> Information provided
········

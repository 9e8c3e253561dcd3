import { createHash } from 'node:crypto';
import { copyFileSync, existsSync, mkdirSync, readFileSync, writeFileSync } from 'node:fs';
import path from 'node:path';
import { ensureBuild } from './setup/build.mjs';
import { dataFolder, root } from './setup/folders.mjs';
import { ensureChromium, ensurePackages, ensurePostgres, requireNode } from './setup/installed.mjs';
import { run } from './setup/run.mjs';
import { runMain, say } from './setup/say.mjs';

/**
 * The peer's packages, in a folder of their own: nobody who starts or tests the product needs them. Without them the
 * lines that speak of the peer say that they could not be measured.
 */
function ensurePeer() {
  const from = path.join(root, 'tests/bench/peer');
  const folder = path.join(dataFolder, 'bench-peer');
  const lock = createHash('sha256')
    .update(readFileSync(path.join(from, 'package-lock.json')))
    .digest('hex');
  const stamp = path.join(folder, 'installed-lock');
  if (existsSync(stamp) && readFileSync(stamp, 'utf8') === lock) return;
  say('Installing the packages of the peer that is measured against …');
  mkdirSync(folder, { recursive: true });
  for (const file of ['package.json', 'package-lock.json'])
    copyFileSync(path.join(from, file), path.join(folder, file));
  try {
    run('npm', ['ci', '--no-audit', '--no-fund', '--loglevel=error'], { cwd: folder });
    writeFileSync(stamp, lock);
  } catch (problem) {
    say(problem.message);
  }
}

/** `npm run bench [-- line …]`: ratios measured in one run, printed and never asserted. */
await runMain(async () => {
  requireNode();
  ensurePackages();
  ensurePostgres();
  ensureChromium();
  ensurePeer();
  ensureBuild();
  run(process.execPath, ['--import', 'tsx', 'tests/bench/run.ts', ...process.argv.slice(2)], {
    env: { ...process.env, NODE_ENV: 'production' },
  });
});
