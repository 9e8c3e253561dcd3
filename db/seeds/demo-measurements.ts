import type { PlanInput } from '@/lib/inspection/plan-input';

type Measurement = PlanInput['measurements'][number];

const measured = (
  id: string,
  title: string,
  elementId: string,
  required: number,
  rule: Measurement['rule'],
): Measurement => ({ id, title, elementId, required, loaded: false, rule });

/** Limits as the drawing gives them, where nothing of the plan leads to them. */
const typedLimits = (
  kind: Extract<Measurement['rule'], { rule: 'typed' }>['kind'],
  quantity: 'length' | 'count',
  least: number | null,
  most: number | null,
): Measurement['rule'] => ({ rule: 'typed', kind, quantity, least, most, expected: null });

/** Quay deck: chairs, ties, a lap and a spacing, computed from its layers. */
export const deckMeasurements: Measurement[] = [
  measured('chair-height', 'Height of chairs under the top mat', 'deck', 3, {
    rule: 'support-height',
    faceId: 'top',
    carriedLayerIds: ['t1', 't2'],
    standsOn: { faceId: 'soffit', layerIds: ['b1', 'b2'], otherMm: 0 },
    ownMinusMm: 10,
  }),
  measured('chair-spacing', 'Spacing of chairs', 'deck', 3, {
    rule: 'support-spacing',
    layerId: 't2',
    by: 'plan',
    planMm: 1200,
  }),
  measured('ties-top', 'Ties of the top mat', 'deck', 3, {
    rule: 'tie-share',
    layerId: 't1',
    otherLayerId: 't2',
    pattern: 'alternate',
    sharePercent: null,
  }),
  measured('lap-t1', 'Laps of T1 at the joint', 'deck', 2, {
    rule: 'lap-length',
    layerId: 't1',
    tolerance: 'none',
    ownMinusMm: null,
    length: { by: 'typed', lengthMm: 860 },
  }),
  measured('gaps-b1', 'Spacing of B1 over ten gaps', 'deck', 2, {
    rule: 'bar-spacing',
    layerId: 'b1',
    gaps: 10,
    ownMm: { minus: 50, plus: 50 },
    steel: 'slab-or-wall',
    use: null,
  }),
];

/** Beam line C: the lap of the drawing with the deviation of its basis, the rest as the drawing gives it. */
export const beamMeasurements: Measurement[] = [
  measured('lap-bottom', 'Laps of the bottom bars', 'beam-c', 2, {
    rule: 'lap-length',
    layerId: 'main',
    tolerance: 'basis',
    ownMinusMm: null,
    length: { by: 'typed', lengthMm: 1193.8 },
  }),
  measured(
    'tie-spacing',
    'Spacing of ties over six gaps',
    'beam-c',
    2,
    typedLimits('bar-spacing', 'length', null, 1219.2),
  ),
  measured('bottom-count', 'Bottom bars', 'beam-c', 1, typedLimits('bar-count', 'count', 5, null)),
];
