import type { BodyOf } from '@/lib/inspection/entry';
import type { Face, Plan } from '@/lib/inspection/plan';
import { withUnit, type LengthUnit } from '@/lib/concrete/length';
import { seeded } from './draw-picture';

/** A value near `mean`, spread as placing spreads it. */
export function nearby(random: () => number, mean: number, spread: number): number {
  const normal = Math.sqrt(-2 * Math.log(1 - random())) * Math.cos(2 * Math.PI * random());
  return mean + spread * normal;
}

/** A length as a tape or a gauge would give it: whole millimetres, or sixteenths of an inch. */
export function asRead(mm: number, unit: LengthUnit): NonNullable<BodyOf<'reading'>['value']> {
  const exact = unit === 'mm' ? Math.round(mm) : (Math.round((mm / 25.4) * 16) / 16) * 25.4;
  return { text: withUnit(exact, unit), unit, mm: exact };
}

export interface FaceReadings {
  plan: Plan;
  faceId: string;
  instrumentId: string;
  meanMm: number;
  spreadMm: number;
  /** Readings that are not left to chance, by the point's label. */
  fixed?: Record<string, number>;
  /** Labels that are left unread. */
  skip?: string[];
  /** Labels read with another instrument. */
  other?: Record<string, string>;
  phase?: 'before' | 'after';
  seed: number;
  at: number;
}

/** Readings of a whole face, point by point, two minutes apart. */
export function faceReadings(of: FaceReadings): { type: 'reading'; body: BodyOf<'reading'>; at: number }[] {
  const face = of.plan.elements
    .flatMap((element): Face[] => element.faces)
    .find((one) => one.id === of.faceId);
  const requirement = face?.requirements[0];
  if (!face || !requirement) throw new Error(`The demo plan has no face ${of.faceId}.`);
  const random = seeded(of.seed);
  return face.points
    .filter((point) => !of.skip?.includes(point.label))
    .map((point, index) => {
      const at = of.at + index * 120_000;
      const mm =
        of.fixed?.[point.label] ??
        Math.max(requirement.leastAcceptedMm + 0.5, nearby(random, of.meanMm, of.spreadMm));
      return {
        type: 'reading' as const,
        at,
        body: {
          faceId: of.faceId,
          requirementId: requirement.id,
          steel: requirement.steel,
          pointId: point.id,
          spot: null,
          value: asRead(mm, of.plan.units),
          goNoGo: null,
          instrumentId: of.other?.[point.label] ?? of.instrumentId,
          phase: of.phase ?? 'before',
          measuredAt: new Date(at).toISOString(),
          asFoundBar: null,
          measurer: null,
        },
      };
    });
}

········

Go through the entries above and pull out each line with "readFileSync" in it.

import { copyFileSync, existsSync, mkdirSync, readFileSync, writeFileSync } from 'node:fs';
    .update(readFileSync(path.join(from, 'package-lock.json')))
  if (existsSync(stamp) && readFileSync(stamp, 'utf8') === lock) return;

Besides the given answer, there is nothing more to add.